Harvest set to be a drawn-out affair
By Alistair Murphy
9th November, 2022
After some significant weather challenges on the east coast of Australia, growers have managed to make some progress on Harvest 2022/23. Some wheat and barley is starting to come off in south west Queensland and northern New South Wales canola growers also managing to get some tonnes in the bin.
Unsurprisingly, early wheat samples so far show some adverse quality due to recent rainfall. With falling numbers, staining and white grains being the main parameters being affected. Though interesting to note, with a lot of crops late sown due to the wet sowing window there are still some unusually green winter crops out there which brings hope that not all is adversely effected. There has been some extraordinary wheat yields reported in the north western NSW/QLD border region, but like many areas, access to delivery points is proving to be difficult with roads still cut and damaged due to the recent floods.

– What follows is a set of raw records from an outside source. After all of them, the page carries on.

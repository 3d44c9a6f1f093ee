import { Module } from '@nestjs/common';
import { ConfigService } from '@nestjs/config';
import { SequelizeModule } from '@nestjs/sequelize';
import type { AppConfig } from '../config/config';

@Module({
  imports: [
    SequelizeModule.forRootAsync({
      inject: [ConfigService],
      useFactory: (config: ConfigService<AppConfig, true>) => ({
        dialect: 'mariadb',
        host: config.get('DB_HOST', { infer: true }),
        port: config.get('DB_PORT', { infer: true }),
        database: config.get('DB_NAME', { infer: true }),
        username: config.get('DB_USER', { infer: true }),
        password: config.get('DB_PASSWORD', { infer: true }),
        autoLoadModels: true,
        synchronize: false,
        logging: false,
        define: { charset: 'utf8mb4', collate: 'utf8mb4_unicode_ci', underscored: true },
        timezone: '+00:00',
        dialectOptions: { connectTimeout: 5000 },
        pool: { max: 10, min: 0, idle: 10000 },
      }),
    }),
  ],
})
export class DatabaseModule {}
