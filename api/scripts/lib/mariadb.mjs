// A private MariaDB instance on loopback: its own datadir, socket, port and option file,
// never the system service. Node built-ins only: it runs before npm ci has installed anything.
import { spawn, spawnSync } from 'node:child_process';
import { existsSync, mkdirSync, readFileSync, rmSync, writeFileSync } from 'node:fs';
import { createServer } from 'node:net';
import { tmpdir } from 'node:os';
import { join, resolve } from 'node:path';
import { createHash } from 'node:crypto';

const SOCKET_MAX = 100; // sun_path is at most 107 bytes

export function findServerBinary() {
  for (const dir of ['/usr/sbin', '/usr/bin', '/usr/local/sbin', '/usr/local/bin']) {
    for (const name of ['mariadbd', 'mysqld']) {
      const p = join(dir, name);
      if (existsSync(p)) return p;
    }
  }
  return null;
}

/**
 * Installs Debian's mariadb-server when no server binary is found.
 * @param {(message: string) => void} [log]
 */
export function ensureMariadbInstalled(log = console.log) {
  if (findServerBinary() && existsSync('/usr/bin/mariadb-install-db')) return;
  log('MariaDB server not found: installing Debian’s mariadb-server (about a minute)…');
  aptInstall(['mariadb-server', 'mariadb-client']);
  if (!findServerBinary()) throw new Error('mariadb-server was installed but no server binary was found.');
}

/** @param {string[]} packages */
export function aptInstall(packages) {
  const env = { ...process.env, DEBIAN_FRONTEND: 'noninteractive' };
  const upd = spawnSync('apt-get', ['update'], { stdio: 'inherit', env });
  if (upd.status !== 0) throw new Error('apt-get update failed.');
  const r = spawnSync('apt-get', ['install', '-y', '--no-install-recommends', ...packages], { stdio: 'inherit', env });
  if (r.status !== 0) throw new Error(`apt-get install ${packages.join(' ')} failed.`);
}

/**
 * Finds a free TCP port on 127.0.0.1.
 * @returns {Promise<number>}
 */
export function freePort() {
  return new Promise((res, rej) => {
    const srv = createServer();
    srv.unref();
    srv.on('error', rej);
    srv.listen(0, '127.0.0.1', () => {
      const { port } = /** @type {import('node:net').AddressInfo} */ (srv.address());
      srv.close(() => res(port));
    });
  });
}

/**
 * @param {number} port
 * @returns {Promise<boolean>}
 */
export function isPortFree(port) {
  return new Promise((res) => {
    const srv = createServer();
    srv.once('error', () => res(false));
    srv.listen(port, '127.0.0.1', () => srv.close(() => res(true)));
  });
}

/** @param {string} dir */
function socketPath(dir) {
  const p = join(dir, 'mysqld.sock');
  if (Buffer.byteLength(p) <= SOCKET_MAX) return p;
  const short = createHash('sha1').update(dir).digest('hex').slice(0, 12);
  return join(tmpdir(), `crumbproof-${short}.sock`);
}

/**
 * Describes an instance rooted at `dir` (the datadir is dir/data).
 * @param {{dir: string, port: number}} opts
 */
export function instance({ dir, port }) {
  dir = resolve(dir);
  const cnf = join(dir, 'my.cnf');
  const socket = socketPath(dir);
  const pidFile = join(dir, 'mysqld.pid');
  const errLog = join(dir, 'mysqld.err');
  const datadir = join(dir, 'data');
  const lockFile = join(dir, 'owner.lock');

  function writeConfig() {
    mkdirSync(dir, { recursive: true });
    writeFileSync(
      cnf,
      [
        '[mysqld]',
        `datadir=${datadir}`,
        `port=${port}`,
        'bind-address=127.0.0.1',
        `socket=${socket}`,
        `pid-file=${pidFile}`,
        `log-error=${errLog}`,
        'user=root',
        'skip-name-resolve',
        'skip-log-bin',
        'character-set-server=utf8mb4',
        'collation-server=utf8mb4_unicode_ci',
        'innodb_buffer_pool_size=128M',
        'innodb_flush_log_at_trx_commit=2',
        '',
        '[client]',
        `socket=${socket}`,
        `port=${port}`,
        'user=root',
        '',
      ].join('\n'),
    );
  }

  /**
   * @param {string} bin
   * @param {string[]} args
   * @param {string} [input]
   */
  function run(bin, args, input) {
    return spawnSync(bin, [`--defaults-file=${cnf}`, ...args], { encoding: 'utf8', input });
  }

  /**
   * Runs one SQL text as root over the socket, its rows tab-separated without a header.
   * @param {string} text
   */
  function sql(text) {
    return run('mariadb', ['--batch', '--skip-column-names', '--connect-timeout=2'], text);
  }

  function ping() {
    return run('mariadb-admin', ['--connect-timeout=1', 'ping']).status === 0;
  }

  function runningPid() {
    if (!existsSync(pidFile)) return null;
    const pid = Number(readFileSync(pidFile, 'utf8').trim());
    if (!pid) return null;
    try {
      process.kill(pid, 0);
      return pid;
    } catch {
      return null;
    }
  }

  /** @param {string} file */
  function tail(file, n = 15) {
    if (!existsSync(file)) return '(no log)';
    return readFileSync(file, 'utf8').trim().split('\n').slice(-n).join('\n');
  }

  async function start() {
    writeConfig();
    if (runningPid()) {
      throw new Error(`A MariaDB instance already runs on ${datadir} (pid ${runningPid()}). Stop it first.`);
    }
    if (!(await isPortFree(port))) {
      throw new Error(`Port ${port} on 127.0.0.1 is already in use. Set DB_PORT to another port.`);
    }
    if (!existsSync(join(datadir, 'mysql'))) {
      mkdirSync(datadir, { recursive: true });
      const r = run('mariadb-install-db', ['--auth-root-authentication-method=normal', '--skip-test-db', '--skip-name-resolve']);
      if (r.status !== 0) throw new Error(`mariadb-install-db failed:\n${r.stderr || r.stdout}`);
    }
    const server = findServerBinary();
    if (!server) throw new Error('No MariaDB server binary (mariadbd or mysqld) was found.');
    const child = spawn(server, [`--defaults-file=${cnf}`], {
      detached: true,
      stdio: 'ignore',
    });
    /** @type {{ code: number | null }} */
    const exited = { code: null };
    child.on('exit', (code) => (exited.code = code ?? -1));
    child.unref();
    const deadline = Date.now() + 30_000;
    while (Date.now() < deadline) {
      if (exited.code !== null) throw new Error(`MariaDB stopped at start (exit ${exited.code}). Its log says:\n${tail(errLog)}`);
      if (ping()) return { pid: child.pid };
      await new Promise((r) => setTimeout(r, 100));
    }
    throw new Error(`MariaDB did not answer within 30 s. Its log says:\n${tail(errLog)}`);
  }

  /**
   * Creates the database and its two TCP users for 127.0.0.1, idempotently: the owner (`user`),
   * who migrates and holds every privilege on the database (and on `database_*`, the tests'
   * databases) with the grant option, and the API's runtime user (`runtimeUser`), who gets no
   * database-wide privilege here: after every migration run the owner grants it table by table
   * (api/src/database/runtime-grants.ts), only SELECT and INSERT on audit_events. An existing
   * install gains the runtime user and the owner's grant option on its next start.
   * @param {{ database: string; user: string; password: string; runtimeUser?: string; runtimePassword?: string }} grant
   */
  function createDatabase({ database, user, password, runtimeUser, runtimePassword }) {
    /** @param {string} s */
    const q = (s) => s.replace(/[`'\\]/g, '');
    const sql = [
      `CREATE DATABASE IF NOT EXISTS \`${q(database)}\` CHARACTER SET utf8mb4 COLLATE utf8mb4_unicode_ci;`,
      `CREATE USER IF NOT EXISTS '${q(user)}'@'127.0.0.1' IDENTIFIED BY '${q(password)}';`,
      `GRANT ALL PRIVILEGES ON \`${q(database)}\`.* TO '${q(user)}'@'127.0.0.1' WITH GRANT OPTION;`,
      `GRANT ALL PRIVILEGES ON \`${q(database)}\\_%\`.* TO '${q(user)}'@'127.0.0.1' WITH GRANT OPTION;`,
      ...(runtimeUser && runtimeUser !== user
        ? [`CREATE USER IF NOT EXISTS '${q(runtimeUser)}'@'127.0.0.1' IDENTIFIED BY '${q(runtimePassword ?? '')}';`]
        : []),
      'FLUSH PRIVILEGES;',
    ].join('\n');
    const r = run('mariadb', [], sql);
    if (r.status !== 0) throw new Error(`Could not create the database: ${r.stderr}`);
  }

  /** @param {string} database */
  function dropDatabase(database) {
    run('mariadb', [], `DROP DATABASE IF EXISTS \`${database.replace(/`/g, '')}\`;`);
  }

  async function stop() {
    const pid = runningPid();
    if (!pid) return;
    run('mariadb-admin', ['shutdown']);
    const deadline = Date.now() + 30_000;
    while (Date.now() < deadline) {
      try {
        process.kill(pid, 0);
      } catch {
        return;
      }
      await new Promise((r) => setTimeout(r, 100));
    }
    try {
      process.kill(pid, 'SIGKILL');
    } catch {
      /* gone */
    }
  }

  /**
   * Claims the instance for this process: a second starter is told clearly.
   * @param {string} what
   */
  function claim(what) {
    mkdirSync(dir, { recursive: true });
    if (existsSync(lockFile)) {
      const [pidText] = readFileSync(lockFile, 'utf8').split('\n');
      const other = Number(pidText);
      let alive = false;
      try {
        if (other) {
          process.kill(other, 0);
          alive = true;
        }
      } catch {
        alive = false;
      }
      if (alive && other !== process.pid) {
        throw new Error(
          `Crumbproof is already running from this folder (process ${other}). ` +
            'Use that one, or stop it with Ctrl-C before starting again.',
        );
      }
    }
    writeFileSync(lockFile, `${process.pid}\n${what}\n`);
  }

  function release() {
    try {
      const [pidText] = readFileSync(lockFile, 'utf8').split('\n');
      if (Number(pidText) === process.pid) rmSync(lockFile);
    } catch {
      /* already gone */
    }
  }

  return { dir, cnf, port, socket, datadir, writeConfig, start, stop, ping, sql, createDatabase, dropDatabase, runningPid, claim, release };
}

/**
 * The private database's port for a data folder: DB_PORT when it is set; otherwise the one
 * remembered in the folder (3307 at first), unless something else holds it (another copy of
 * Crumbproof on this machine, another database): then a free one, remembered in `port` there so
 * the next start finds its data at the same address.
 * @param {string} dir The instance's folder (.data/mariadb).
 * @param {(message: string) => void} [log]
 * @returns {Promise<number>}
 */
export async function chooseDatabasePort(dir, log = console.log) {
  if (process.env.DB_PORT) return Number(process.env.DB_PORT);
  const file = join(resolve(dir), 'port');
  const remembered = existsSync(file) ? Number(readFileSync(file, 'utf8').trim()) : NaN;
  const port = Number.isInteger(remembered) && remembered > 0 ? remembered : 3307;
  // Our own database from an earlier run holds it: it is stopped and started again.
  if (instance({ dir, port }).runningPid() || (await isPortFree(port))) return port;
  const free = await freePort();
  mkdirSync(resolve(dir), { recursive: true });
  writeFileSync(file, `${free}\n`);
  log(
    `Port ${port} on 127.0.0.1 is taken (another copy of Crumbproof, or another database): this copy's database uses port ${free}, remembered in ${file}.`,
  );
  return free;
}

Canola harvest is starting to gain momentum in the north and western regions of the Newcastle zone this week, with earlier sown crops now being targeted for delivery. These deliveries are a combination of windowed and directed headed crops, and from early reports it seems like the oil and test weight has been holding up quite well considering the deluge a lot of the crop has had to endure recently. Though we are also seeing the odd load of sub 62 test weight Canola, and would expect this to be a bit of a trend given the later harvested crops will be the ones that take longer to dry out.
Paddock trafficability has been a much talked about issue this year, and for good reason. Now that we’re at the business end and the ground is being finally tested with machinery and unsurprisingly we are seeing quite a lot of bogged machines on various media platforms. Unfortunately, this will be a continuing trend no doubt as growers are presently attempting to test the more stable soils to begin with. Once progress is made on the higher drainage country, focus will then be put towards the wetter areas which will undoubtedly take more time to get through.
It looks like harvest is going to be a drawn-out affair this year, with such a soft finish combined with wet conditions and late crops its not too far of a stretch to envisage tail end of harvest being pushed out well into the new year.
International markets firmed last week on the back of expectations that Russia would be suspending its participation in the Black Sea Grain initiative, but have since retraced lower now that with renewed talks of a corridor extension. Markets will follow developments in the Black Sea quite closely these coming weeks, and no doubt price volatility will follow how further negotiations play out.
Our thoughts go out to all those adversely affected by the recent floods, crop losses and infrastructure damage. It is and will continue to be a trying time, Australian farmers are resilient bunch and we’re already seeing massive efforts from the grower community to roll with the punches. We wish you all the best for a safe harvest this year.